-- PROBLEM DETAILS --
Filter these entries down to lines holding "next".

[Stored data]

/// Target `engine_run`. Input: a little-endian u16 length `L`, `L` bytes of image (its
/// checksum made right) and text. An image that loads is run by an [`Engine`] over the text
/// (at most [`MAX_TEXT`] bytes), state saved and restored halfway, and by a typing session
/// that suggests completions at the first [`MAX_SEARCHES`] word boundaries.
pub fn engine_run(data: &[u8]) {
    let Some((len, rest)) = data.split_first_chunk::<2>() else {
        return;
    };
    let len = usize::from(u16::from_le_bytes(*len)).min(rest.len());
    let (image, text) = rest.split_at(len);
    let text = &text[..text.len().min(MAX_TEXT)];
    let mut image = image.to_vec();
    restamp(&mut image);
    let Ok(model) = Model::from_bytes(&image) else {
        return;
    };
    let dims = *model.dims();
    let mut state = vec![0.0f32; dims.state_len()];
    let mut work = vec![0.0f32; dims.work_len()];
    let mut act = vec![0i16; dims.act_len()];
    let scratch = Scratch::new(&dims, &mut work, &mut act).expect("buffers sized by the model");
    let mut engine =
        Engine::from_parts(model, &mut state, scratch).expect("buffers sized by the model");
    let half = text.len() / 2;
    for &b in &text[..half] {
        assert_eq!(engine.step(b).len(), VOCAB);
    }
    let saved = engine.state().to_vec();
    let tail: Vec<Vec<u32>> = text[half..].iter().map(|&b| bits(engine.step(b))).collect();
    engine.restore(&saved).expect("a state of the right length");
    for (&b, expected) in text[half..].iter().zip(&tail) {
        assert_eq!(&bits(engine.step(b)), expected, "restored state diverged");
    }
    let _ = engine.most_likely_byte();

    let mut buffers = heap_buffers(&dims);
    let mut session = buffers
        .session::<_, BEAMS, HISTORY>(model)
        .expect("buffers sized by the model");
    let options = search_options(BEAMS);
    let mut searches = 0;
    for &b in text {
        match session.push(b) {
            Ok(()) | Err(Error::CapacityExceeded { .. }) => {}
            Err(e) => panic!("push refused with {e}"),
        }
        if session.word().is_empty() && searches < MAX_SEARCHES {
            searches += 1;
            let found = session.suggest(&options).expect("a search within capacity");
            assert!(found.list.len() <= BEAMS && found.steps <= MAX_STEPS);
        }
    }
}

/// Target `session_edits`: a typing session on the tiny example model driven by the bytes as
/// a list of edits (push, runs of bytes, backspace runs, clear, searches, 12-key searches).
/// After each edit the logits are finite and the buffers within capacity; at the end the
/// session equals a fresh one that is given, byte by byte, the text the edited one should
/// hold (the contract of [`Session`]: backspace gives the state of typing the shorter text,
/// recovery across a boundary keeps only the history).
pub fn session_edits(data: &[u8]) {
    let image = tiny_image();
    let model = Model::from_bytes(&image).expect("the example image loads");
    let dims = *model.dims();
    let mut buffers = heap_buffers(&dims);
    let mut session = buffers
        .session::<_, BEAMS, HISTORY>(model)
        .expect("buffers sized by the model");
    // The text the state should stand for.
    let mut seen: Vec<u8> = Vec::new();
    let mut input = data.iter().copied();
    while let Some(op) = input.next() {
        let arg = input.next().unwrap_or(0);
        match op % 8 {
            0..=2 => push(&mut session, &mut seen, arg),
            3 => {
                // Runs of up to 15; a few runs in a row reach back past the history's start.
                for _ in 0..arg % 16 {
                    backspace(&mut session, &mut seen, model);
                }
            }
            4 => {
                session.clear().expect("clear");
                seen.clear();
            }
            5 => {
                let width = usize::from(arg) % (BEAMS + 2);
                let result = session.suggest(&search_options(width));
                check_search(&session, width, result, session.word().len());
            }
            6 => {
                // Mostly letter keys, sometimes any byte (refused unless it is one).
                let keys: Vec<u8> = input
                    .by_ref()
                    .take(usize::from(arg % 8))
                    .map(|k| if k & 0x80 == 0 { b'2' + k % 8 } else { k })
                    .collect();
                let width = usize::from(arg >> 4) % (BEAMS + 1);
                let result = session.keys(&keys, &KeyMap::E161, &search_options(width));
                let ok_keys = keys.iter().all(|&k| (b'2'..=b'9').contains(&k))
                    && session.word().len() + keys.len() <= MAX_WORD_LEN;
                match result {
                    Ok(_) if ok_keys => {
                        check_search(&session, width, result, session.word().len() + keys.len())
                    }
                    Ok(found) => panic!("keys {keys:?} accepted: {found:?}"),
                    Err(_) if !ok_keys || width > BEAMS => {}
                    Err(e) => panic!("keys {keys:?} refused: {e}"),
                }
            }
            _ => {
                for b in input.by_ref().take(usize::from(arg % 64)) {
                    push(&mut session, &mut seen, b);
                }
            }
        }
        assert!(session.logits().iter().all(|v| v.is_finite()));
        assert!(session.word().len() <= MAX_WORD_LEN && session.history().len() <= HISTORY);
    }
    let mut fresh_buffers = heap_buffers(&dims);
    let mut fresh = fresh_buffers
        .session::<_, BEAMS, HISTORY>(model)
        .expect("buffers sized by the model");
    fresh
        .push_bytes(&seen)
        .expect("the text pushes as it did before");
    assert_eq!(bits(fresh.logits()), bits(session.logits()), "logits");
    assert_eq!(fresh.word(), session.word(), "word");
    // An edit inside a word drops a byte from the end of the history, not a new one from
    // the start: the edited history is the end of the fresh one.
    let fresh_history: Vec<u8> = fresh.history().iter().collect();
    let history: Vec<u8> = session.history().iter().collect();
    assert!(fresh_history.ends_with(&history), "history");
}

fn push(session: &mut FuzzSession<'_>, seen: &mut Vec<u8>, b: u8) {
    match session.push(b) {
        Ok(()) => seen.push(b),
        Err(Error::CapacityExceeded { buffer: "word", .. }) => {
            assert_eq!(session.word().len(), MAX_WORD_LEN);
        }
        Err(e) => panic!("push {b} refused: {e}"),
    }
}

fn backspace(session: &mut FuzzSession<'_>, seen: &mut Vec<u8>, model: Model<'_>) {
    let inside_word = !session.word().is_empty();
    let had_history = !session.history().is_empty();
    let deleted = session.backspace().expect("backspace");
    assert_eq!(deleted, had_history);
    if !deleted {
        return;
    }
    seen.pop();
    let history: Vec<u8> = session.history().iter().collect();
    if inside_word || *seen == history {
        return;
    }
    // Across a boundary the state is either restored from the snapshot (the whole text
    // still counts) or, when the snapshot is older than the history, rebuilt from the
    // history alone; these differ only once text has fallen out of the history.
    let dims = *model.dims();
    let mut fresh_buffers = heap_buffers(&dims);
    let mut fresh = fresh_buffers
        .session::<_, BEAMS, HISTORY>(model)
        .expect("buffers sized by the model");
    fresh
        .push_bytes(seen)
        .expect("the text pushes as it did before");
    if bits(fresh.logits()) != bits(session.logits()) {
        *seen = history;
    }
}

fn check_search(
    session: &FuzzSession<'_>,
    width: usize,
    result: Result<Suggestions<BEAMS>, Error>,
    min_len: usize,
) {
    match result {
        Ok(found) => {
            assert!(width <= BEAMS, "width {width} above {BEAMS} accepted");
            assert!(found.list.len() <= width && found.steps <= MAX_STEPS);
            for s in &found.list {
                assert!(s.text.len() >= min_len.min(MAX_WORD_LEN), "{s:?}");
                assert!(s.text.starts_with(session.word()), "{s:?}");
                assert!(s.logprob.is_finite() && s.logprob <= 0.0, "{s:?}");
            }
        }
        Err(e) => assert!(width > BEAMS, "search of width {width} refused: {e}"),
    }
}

-- TASK RESPONSE --
    while let Some(op) = input.next() {
        let arg = input.next().unwrap_or(0);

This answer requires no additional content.